→ **Excerpted records**
########

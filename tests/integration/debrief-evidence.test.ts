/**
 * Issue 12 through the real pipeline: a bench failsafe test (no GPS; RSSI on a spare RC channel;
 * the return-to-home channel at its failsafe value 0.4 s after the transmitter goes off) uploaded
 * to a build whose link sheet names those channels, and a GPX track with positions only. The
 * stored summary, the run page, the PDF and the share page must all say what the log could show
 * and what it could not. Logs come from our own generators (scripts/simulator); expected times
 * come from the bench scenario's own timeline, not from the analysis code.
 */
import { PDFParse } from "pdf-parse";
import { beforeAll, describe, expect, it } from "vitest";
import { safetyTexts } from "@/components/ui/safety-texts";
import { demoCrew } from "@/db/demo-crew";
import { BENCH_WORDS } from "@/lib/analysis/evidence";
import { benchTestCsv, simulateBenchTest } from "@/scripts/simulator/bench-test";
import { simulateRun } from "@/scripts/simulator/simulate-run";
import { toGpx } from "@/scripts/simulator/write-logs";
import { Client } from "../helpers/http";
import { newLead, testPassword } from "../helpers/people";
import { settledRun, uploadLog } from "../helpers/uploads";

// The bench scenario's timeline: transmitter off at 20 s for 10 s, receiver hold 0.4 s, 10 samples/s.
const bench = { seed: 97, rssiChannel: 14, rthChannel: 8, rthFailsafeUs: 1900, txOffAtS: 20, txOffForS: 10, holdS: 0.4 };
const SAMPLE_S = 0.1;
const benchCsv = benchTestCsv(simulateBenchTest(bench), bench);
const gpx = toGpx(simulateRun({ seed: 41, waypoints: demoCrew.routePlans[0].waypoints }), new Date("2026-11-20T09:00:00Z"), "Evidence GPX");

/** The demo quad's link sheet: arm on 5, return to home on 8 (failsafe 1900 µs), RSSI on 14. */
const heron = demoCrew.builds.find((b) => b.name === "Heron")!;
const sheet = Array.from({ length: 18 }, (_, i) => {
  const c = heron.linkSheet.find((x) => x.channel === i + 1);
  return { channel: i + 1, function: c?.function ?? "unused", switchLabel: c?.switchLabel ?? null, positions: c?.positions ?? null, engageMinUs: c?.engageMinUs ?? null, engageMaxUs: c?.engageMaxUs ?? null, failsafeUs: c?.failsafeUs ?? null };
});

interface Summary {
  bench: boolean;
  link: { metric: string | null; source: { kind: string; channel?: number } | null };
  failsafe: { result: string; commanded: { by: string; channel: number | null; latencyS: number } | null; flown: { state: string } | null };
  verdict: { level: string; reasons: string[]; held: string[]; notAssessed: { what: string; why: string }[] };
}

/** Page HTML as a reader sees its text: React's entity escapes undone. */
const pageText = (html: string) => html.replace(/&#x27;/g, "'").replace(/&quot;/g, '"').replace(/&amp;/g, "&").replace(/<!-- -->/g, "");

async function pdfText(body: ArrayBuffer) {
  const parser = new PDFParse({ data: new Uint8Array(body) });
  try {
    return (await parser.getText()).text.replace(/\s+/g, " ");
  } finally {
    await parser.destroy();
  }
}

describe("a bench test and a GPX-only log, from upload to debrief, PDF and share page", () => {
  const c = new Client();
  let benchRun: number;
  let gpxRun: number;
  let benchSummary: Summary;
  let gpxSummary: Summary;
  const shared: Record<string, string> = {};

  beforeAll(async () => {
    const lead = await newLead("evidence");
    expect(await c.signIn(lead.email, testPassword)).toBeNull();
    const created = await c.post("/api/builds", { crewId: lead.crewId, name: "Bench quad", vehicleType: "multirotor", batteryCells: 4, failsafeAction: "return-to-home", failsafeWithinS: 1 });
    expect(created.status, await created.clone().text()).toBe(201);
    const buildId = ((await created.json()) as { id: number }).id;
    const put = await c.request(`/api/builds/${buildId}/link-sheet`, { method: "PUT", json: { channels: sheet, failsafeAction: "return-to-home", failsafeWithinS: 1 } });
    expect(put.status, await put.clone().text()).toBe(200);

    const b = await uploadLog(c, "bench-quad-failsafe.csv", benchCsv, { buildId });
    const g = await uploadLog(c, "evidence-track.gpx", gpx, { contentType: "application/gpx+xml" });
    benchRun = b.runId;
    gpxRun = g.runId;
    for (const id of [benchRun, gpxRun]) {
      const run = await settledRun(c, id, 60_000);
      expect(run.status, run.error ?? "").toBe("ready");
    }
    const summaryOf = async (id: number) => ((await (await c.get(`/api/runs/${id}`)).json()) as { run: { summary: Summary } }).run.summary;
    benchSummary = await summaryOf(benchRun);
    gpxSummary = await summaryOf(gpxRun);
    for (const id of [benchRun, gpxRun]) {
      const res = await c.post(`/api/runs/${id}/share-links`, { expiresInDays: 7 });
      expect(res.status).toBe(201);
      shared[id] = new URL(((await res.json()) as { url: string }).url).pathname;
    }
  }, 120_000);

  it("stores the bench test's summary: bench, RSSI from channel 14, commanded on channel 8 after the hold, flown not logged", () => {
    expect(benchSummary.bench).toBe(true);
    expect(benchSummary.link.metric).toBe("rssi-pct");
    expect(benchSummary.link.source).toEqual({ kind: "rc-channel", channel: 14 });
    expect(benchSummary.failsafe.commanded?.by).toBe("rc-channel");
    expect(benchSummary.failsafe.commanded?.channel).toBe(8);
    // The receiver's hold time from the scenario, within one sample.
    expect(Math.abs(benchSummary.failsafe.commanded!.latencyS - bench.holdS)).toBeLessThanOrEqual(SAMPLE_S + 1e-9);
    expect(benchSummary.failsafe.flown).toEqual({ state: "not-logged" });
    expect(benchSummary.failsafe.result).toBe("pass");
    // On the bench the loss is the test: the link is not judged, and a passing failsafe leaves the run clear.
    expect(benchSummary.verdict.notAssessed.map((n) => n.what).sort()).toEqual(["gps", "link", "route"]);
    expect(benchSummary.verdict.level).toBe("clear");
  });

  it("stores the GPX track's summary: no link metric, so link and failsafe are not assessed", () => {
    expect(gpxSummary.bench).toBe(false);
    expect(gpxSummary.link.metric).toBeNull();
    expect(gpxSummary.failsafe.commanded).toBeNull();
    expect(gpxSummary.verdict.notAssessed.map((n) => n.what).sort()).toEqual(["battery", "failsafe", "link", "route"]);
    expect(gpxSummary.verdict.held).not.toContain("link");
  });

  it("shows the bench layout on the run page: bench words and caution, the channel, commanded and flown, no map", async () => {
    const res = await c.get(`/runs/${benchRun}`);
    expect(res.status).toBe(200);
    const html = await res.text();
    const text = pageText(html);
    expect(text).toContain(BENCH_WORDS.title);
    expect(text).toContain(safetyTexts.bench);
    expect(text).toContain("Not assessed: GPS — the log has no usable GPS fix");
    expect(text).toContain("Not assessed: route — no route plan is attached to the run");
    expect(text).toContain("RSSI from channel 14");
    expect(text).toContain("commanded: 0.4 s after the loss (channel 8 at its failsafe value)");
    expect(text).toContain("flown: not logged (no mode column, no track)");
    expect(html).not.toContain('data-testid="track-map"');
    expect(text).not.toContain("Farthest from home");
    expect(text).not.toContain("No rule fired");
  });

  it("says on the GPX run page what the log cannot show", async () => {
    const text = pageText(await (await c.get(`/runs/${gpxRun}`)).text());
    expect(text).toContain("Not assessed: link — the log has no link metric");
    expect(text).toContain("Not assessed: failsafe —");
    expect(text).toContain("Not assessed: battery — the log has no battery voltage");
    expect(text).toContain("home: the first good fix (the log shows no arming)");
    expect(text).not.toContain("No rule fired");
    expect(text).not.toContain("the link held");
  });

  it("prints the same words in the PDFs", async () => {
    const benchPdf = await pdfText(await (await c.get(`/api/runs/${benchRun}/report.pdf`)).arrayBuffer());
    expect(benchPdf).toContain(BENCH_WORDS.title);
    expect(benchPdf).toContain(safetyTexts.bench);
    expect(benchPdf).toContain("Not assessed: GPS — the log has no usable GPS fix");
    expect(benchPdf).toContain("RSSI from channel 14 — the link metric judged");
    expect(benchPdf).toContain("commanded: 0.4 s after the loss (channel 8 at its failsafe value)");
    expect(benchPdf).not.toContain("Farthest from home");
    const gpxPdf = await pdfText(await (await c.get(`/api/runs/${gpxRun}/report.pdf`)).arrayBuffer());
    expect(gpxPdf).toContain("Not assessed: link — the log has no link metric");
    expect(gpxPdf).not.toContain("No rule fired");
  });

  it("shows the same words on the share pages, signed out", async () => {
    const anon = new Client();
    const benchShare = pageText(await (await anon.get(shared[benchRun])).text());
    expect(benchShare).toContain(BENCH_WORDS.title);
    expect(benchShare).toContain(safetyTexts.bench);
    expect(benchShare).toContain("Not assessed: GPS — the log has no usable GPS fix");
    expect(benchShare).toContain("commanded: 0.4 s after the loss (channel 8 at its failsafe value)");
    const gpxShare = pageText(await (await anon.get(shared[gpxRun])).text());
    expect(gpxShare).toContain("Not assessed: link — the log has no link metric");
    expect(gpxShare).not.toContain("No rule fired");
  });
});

########

If a line in the records above contains the string "function", copy that line out.

→ **Exercise answer**
  return { channel: i + 1, function: c?.function ?? "unused", switchLabel: c?.switchLabel ?? null, positions: c?.positions ?? null, engageMinUs: c?.engageMinUs ?? null, engageMaxUs: c?.engageMaxUs ?? null, failsafeUs: c?.failsafeUs ?? null };
async function pdfText(body: ArrayBuffer) {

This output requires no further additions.